Although the report may be apocryphal, a later biographer stated that Desty had no close family in Rochester and his firm was charged with organizing his funeral—a funeral led no less by an Episcopal Church minister. (If Alemany had only known!) From California his widow sought but failed to have his body returned to her. She also tried to have herself and Robert Jr. recognized as the rightful heirs.
While alluding to the State Senate contest, the San Francisco Examiner declared on Desty’s death that he “was an American through and through.” Indeed: he had fought for his adoptive country, crossed the continent, experienced the gold rush, contributed to the moral causes of the day (as well as to ugly racial nativism), taught the country’s children, taken part in its politics, and added significantly to its intellectual capital—from New York to the Southwestern frontier, from California to Minnesota and back to New York.

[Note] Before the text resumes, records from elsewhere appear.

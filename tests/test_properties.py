"""Property tests (hypothesis): invariants on random valid meshes, and only
galerkit errors for random invalid input.

Valid meshes: structured meshes with randomly moved interior vertices, and
Delaunay meshes of random points (``scipy.spatial.Delaunay``) with slivers
dropped.  On every one the assembled operators keep the invariants any
finite element text states (e.g. Hughes 2000, ch. 3): the stiffness matrix
is symmetric, annihilates constants (zero row sums) and gives ``|a|**2 |D|``
as the energy of a linear field ``a . x``; the mass matrix and the load of 1
integrate to the volume ``|D|``.

Invalid input: random index arrays with entries out of range, NaN
coordinates, wrong shapes and dtypes, and random Python objects, passed to
the public entry points, raise only :class:`~galerkit.errors.GalerkitError`
subclasses -- never ``IndexError``, ``TypeError`` or a crash.  The fuzzers at
the end mutate valid coefficient formulas, mesh files and problem files.

Examples are few (``max_examples`` small, no deadline): the machine is small
and shared.
"""

from __future__ import annotations

import shutil
import tempfile
import warnings
from pathlib import Path

import numpy as np
import pytest
import scipy.sparse as sp
from hypothesis import HealthCheck, assume, given, settings
from hypothesis import strategies as st
from hypothesis.extra import numpy as hnp
from scipy.spatial import Delaunay

import galerkit as gk
from galerkit.boundary import DirichletElimination
from galerkit.errors import GalerkitError, InputError, MeshError
from galerkit.evaluation import evaluate

FEW = settings(max_examples=20, deadline=None,
               suppress_health_check=[HealthCheck.too_slow, HealthCheck.filter_too_much])
SOME = settings(max_examples=30, deadline=None,
                suppress_health_check=[HealthCheck.too_slow, HealthCheck.filter_too_much])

Amid the many trials and tribulations of his life, Desty could at least claim to have lived the American promise and to have died an American citizen. How far the ripples of his life may have carried we do not know, but it continues to raise broadly relevant questions—What does it mean to be an American (culturally and legally)? What do we owe to the unnaturalized immigrants of the Great Republican Experiment? As for researchers, I trust it invites attention to the incredibly diverse, multifaceted, and geographical expansive nature of Canadian emigration to the United States.